Limitations & Future Work¶

Dependency on manual sketching: While simpler than points, it still requires interaction. It lacks an automated "layout recommendation" capability for batch scenarios.
Limited to upper/lower boundaries: The mask is essentially a binary split. Its performance on complex multi-layer interactions (e.g., coat + inner-wear + belt) remains unverified.
Evaluation Caveat: Quantitative metrics were tested on "default layouts" for fairness; diversity is mainly supported by qualitative results. There is a lack of an objective metric for "control accuracy" (matching the hem to the sketch).
LPIPS still secondary: The perceptual similarity is slightly lower than StableVITON, suggesting room for improvement in extremely fine texture fidelity.
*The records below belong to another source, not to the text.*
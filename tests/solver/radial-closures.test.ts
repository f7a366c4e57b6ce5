import { describe, expect, it } from 'vitest';
import { eotvosNumber } from '../../solver/closures/drag.js';
import { horizontalDiameterM, radialLiftForce, tomiyamaLiftCoefficient, tomiyamaLiftPolynomial } from '../../solver/closures/lift.js';
import { ANTAL_CW1, ANTAL_CW2, FRANK_CWC, hosokawaWallCoefficient, tomiyamaWallCoefficient, wallLubricationForce, type WallLubricationModel } from '../../solver/closures/wall-lubrication.js';
import { BURNS_SIGMA_TD, dispersionDiffusivityM2S, radialDispersionForce } from '../../solver/closures/dispersion.js';
import { liftSignChangeDiameterM } from '../../solver/verification/problems.js';
import { KARMAN_KAPPA, LOG_LAW_E, SUBLAYER_Y_PLUS, logLawWallFunction, nikuradseMixingLengthM, satoViscosityPaS } from '../../solver/closures/turbulence.js';

// Reference property set of PHYSICS §0: water and air at 20 °C, 1 atm
const water = { liquidDensityKgM3: 998.2, gasDensityKgM3: 1.204, surfaceTensionNM: 0.0727 };
const lift = (diameterM: number, reynolds = 1000) => tomiyamaLiftCoefficient({ diameterM, reynolds, ...water });

describe('Tomiyama et al. (2002) lift coefficient with the Wellek et al. (1966) bubble width', () => {
	it('changes sign at a volume-equivalent diameter of 5.8 mm for air–water (PHYSICS §15 #10)', () => {
		// #10 [D]: f(Eo_d) = 0 at Eo_d = 6.061, d_H = 6.71 mm, d = 5.84 mm; assert 5.8 ± 0.1 mm (Tomiyama coefficients
		// other than 0.00105 and the Wellek constants 0.163/0.757 from memory, PHYSICS §4)
		expect(lift(5e-3)).toBeGreaterThan(0);
		expect(lift(7e-3)).toBeLessThan(0);
		const lo = liftSignChangeDiameterM();
		expect(Math.abs(lo - 5.8e-3)).toBeLessThan(0.1e-3);
		expect(Math.abs(lo - 5.84e-3)).toBeLessThan(0.01e-3);
		const dH = horizontalDiameterM({ diameterM: lo, eotvos: eotvosNumber({ diameterM: lo, ...water }) });
		expect(Math.abs(dH - 6.71e-3)).toBeLessThan(0.01e-3);
		expect(Math.abs(eotvosNumber({ diameterM: dH, ...water }) - 6.061)).toBeLessThan(0.005);
	});

	it('gives the check values of PHYSICS §15 #11 at 5 mm, 7 mm and on the saturated branch', () => {
		// #11 [D]: C_L(5 mm) = 0.183, C_L(7 mm) = −0.247, f(10.7) = −0.278, C_L(Eo_d > 10.7) = −0.27, abs 1e-3 (from memory)
		expect(Math.abs(lift(5e-3) - 0.183)).toBeLessThan(1e-3);
		expect(Math.abs(lift(7e-3) - -0.247)).toBeLessThan(1e-3);
		expect(Math.abs(tomiyamaLiftPolynomial(10.7) - -0.278)).toBeLessThan(1e-3);
		expect(lift(10e-3)).toBe(-0.27);
		// PHYSICS §4 [D]: Eo_d = 4 at d = 4.88 mm and Eo_d = 10.7 at d = 7.41 mm
		const eoH = (d: number) => eotvosNumber({ diameterM: horizontalDiameterM({ diameterM: d, eotvos: eotvosNumber({ diameterM: d, ...water }) }), ...water });
		expect(Math.abs(eoH(4.88e-3) - 4)).toBeLessThan(0.02);
		expect(Math.abs(eoH(7.41e-3) - 10.7)).toBeLessThan(0.05);
	});

	it('caps small bubbles at 0.288 tanh(0.121 Re), below the polynomial', () => {
		// Tomiyama et al. (2002): the small-bubble branch (from memory); at d = 3 mm f(Eo_d) ≈ 0.38 exceeds the 0.288 plateau
		expect(lift(3e-3, 700)).toBeCloseTo(0.288 * Math.tanh(0.121 * 700), 12);
		expect(lift(3e-3, 5)).toBeCloseTo(0.288 * Math.tanh(0.605), 12);
	});

	it('pushes a bubble with positive C_L towards the wall where the up-flow slows towards the wall', () => {
		// PHYSICS §4 [D]: radial component −C_L α ρ_l u_r du_l/dr; 0.3·0.1·998.2·0.25·5 = 37.43 N/m³
		const f = radialLiftForce({ coefficient: 0.3, holdup: 0.1, liquidDensityKgM3: 998.2, slipVelocityMS: 0.25, liquidShearS: -5 });
		expect(f).toBeCloseTo(37.4325, 10);
		expect(radialLiftForce({ coefficient: -0.27, holdup: 0.1, liquidDensityKgM3: 998.2, slipVelocityMS: 0.25, liquidShearS: -5 })).toBeLessThan(0);
	});
});

describe('wall lubrication laws', () => {
	const d = 4e-3;
	const base = { holdup: 0.1, liquidDensityKgM3: 998.2, slipVelocityMS: 0.25, diameterM: d, columnDiameterM: 0.2, reynolds: 1000, eotvos: eotvosNumber({ diameterM: d, ...water }) };
	const force = (model: WallLubricationModel, y: number) => wallLubricationForce({ model, wallDistanceM: y, ...base });

	it('pushes bubbles away from the wall near it, for every law', () => {
		for (const model of ['antal', 'tomiyama', 'hosokawa', 'frank'] as const) {
			expect(force(model, 0.5 * d)).toBeGreaterThan(0);
			expect(force(model, 0.5 * d)).toBeGreaterThan(force(model, 2 * d));
		}
		expect(force('none', 0.5 * d)).toBe(0);
	});

	it('Antal: vanishes beyond y = (C_W2/−C_W1) d = 5 d and has its published value inside', () => {
		// Antal et al. (1991) with the −0.01/0.05 pair (from memory): zero for y ≥ 5 d
		expect(ANTAL_CW2 / -ANTAL_CW1).toBe(5);
		expect(force('antal', 5 * d)).toBe(0);
		expect(force('antal', 5.01 * d)).toBe(0);
		expect(force('antal', 4.99 * d)).toBeGreaterThan(0);
		// at y = d: (α ρ u_r²/d)(−0.01 + 0.05) = 0.1·998.2·0.0625/0.004·0.04 = 62.3875 N/m³ [D]
		expect(force('antal', d)).toBeCloseTo(62.3875, 9);
	});

	it('Frank: vanishes beyond y = C_WC d = 10 d', () => {
		// Frank et al. (2008), C_WC = 10 (from memory)
		expect(force('frank', FRANK_CWC * d)).toBe(0);
		expect(force('frank', 12 * d)).toBe(0);
		expect(force('frank', 9.9 * d)).toBeGreaterThan(0);
	});

	it('Tomiyama: the two walls of the pipe balance on the axis, and C_W(Eo) is continuous', () => {
		// Tomiyama (1998), pipe form [1/y² − 1/(D − y)²] (from memory): zero at y = D/2
		expect(force('tomiyama', 0.1)).toBe(0);
		expect(force('tomiyama', 0.099)).toBeGreaterThan(0);
		// PHYSICS §5 [D]: 0.4705 at Eo = 1; 0.01127 vs 0.01125 at Eo = 5; 0.1790 at Eo = 33
		expect(tomiyamaWallCoefficient(1)).toBeCloseTo(0.4705, 4);
		expect(Math.abs(tomiyamaWallCoefficient(5) - (0.00599 * 5.000001 - 0.0187))).toBeLessThan(3e-5);
		expect(tomiyamaWallCoefficient(33)).toBeCloseTo(0.179, 4);
	});

	it('Hosokawa: decays as 1/y², so it is negligible a few diameters out', () => {
		// Hosokawa et al. (2002), from memory: F ∝ C_W d/(2 y²)
		expect(force('hosokawa', 2 * d) / force('hosokawa', d)).toBeCloseTo(0.25, 12);
		expect(force('hosokawa', 10 * d) / force('hosokawa', 0.5 * d)).toBeCloseTo(0.0025, 12);
		// C_W = max(7/Re^1.9, 0.0217 Eo): the Eo branch for a 4 mm bubble at Re = 1000
		expect(hosokawaWallCoefficient({ reynolds: 1000, eotvos: 2 })).toBeCloseTo(0.0434, 12);
		expect(hosokawaWallCoefficient({ reynolds: 1, eotvos: 2 })).toBe(7);
	});
});

describe('liquid turbulence closures', () => {
	it('gives the Sato bubble-induced viscosity of PHYSICS §15 #34', () => {
		// #34 [D]: 0.6·998.2·0.1·0.003·0.25 = 0.0449 Pa·s (Sato & Sekoguchi 1975, C_μb = 0.6 from memory)
		expect(satoViscosityPaS({ liquidDensityKgM3: 998.2, holdup: 0.1, diameterM: 0.003, slipVelocityMS: 0.25 })).toBeCloseTo(0.044919, 6);
	});

	it('gives Nikuradse’s mixing length: 0.14 R on the axis and 0.4 y at the wall', () => {
		// Nikuradse via Schlichting (from memory): ℓ/R = 0.14 − 0.08(1 − y/R)² − 0.06(1 − y/R)⁴
		const R = 0.1;
		expect(nikuradseMixingLengthM({ radiusM: R, wallDistanceM: R })).toBeCloseTo(0.014, 15);
		expect(nikuradseMixingLengthM({ radiusM: R, wallDistanceM: 0 })).toBeCloseTo(0, 15);
		const y = 1e-6;
		expect(nikuradseMixingLengthM({ radiusM: R, wallDistanceM: y }) / y).toBeCloseTo(0.4, 4);
	});

	it('recovers the friction velocity of a point on the log law and joins the viscous sublayer continuously', () => {
		// log law u⁺ = ln(E y⁺)/κ (common practice, κ = 0.41, E = 9.793)
		const nu = 1.002e-3 / 998.2;
		const uTau = 0.03;
		const y = 2e-3;
		const u = (uTau * Math.log((LOG_LAW_E * y * uTau) / nu)) / KARMAN_KAPPA;
		const wf = logLawWallFunction({ speedMS: u, wallDistanceM: y, densityKgM3: 998.2, viscosityPaS: 1.002e-3 });
		expect(Math.abs(wf.frictionVelocityMS / uTau - 1)).toBeLessThan(1e-12);
		expect(wf.coefficientPaSM * u).toBeCloseTo(998.2 * uTau * uTau, 10);
		// the sublayer meets the log law where y⁺ = ln(E y⁺)/κ, about 11.5
		expect(SUBLAYER_Y_PLUS).toBeCloseTo(Math.log(LOG_LAW_E * SUBLAYER_Y_PLUS) / KARMAN_KAPPA, 12);
		expect(SUBLAYER_Y_PLUS).toBeGreaterThan(11);
		expect(SUBLAYER_Y_PLUS).toBeLessThan(12);
		const slow = logLawWallFunction({ speedMS: 1e-4, wallDistanceM: y, densityKgM3: 998.2, viscosityPaS: 1.002e-3 });
		expect(slow.coefficientPaSM).toBeCloseTo(1.002e-3 / y, 15);
	});
});

describe('turbulent dispersion', () => {
	it('Burns: the force under drag balance equals holdup diffusion with 𝒟 = C_TD ν_t/σ_TD', () => {
		// Burns et al. (2004), σ_TD = 0.9 (from memory); radial gas flux α(1 − α) F/K = −𝒟 ∂α/∂r [D]
		const o = { model: 'burns' as const, coefficient: 1, holdup: 0.2, liquidDensityKgM3: 998.2, eddyViscosityM2S: 1e-3, turbulentKineticEnergyM2S2: 0.01, dragPerGasVolume: 3e4 };
		expect(BURNS_SIGMA_TD).toBe(0.9);
		const dA = -2;
		const f = radialDispersionForce({ ...o, holdupGradientPerM: dA });
		expect(f).toBeGreaterThan(0);
		const flux = (o.holdup * (1 - o.holdup) * f) / (o.holdup * o.dragPerGasVolume);
		expect(flux).toBeCloseTo(-dispersionDiffusivityM2S(o) * dA, 12);
		expect(dispersionDiffusivityM2S(o)).toBeCloseTo(1e-3 / 0.9, 15);
	});

	it('Lopez de Bertodano: the force −C_TD ρ_l k ∂α/∂r gives the same flux as its diffusivity', () => {
		const o = { model: 'lopez-de-bertodano' as const, coefficient: 0.3, holdup: 0.15, liquidDensityKgM3: 998.2, eddyViscosityM2S: 1e-3, turbulentKineticEnergyM2S2: 0.02, dragPerGasVolume: 2.5e4 };
		const dA = 3;
		const f = radialDispersionForce({ ...o, holdupGradientPerM: dA });
		expect(f).toBeCloseTo(-0.3 * 998.2 * 0.02 * 3, 12);
		const flux = (o.holdup * (1 - o.holdup) * f) / (o.holdup * o.dragPerGasVolume);
		expect(flux).toBeCloseTo(-dispersionDiffusivityM2S(o) * dA, 14);
	});
});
vs. COTTON / Wear-Any-Way (Point-based): These use sparse points with blurry influence and limited freedom. MOFA-VTON uses continuous curves for pixel-level adjustment, which is more precise and requires less effort.
vs. PromptDresser / UP-VTON (Text-based): Text lacks spatial precision and suffers from appearance mismatches due to semantic drift. MOFA-VTON constrains layout directly via spatial sketches.
vs. StableVITON / IDM-VTON (High quality but fixed): These focus on fidelity but are essentially "overlay" methods. MOFA-VTON upgrades try-on from replication to customization without losing quality.

Rating¶

Novelty: ⭐⭐⭐⭐⭐ Using curves/dual-region masks for try-on diversity is a novel mechanism for an overlooked dimension.
Experimental Thoroughness: ⭐⭐⭐⭐ Complete primary comparisons and user studies, though lacking quantitative control accuracy metrics.
Writing Quality: ⭐⭐⭐⭐ Clear motivation, well-explained pipeline/formulas, and rich illustrations.
Value: ⭐⭐⭐⭐ Directly enhances the utility and personalization of e-commerce virtual try-on.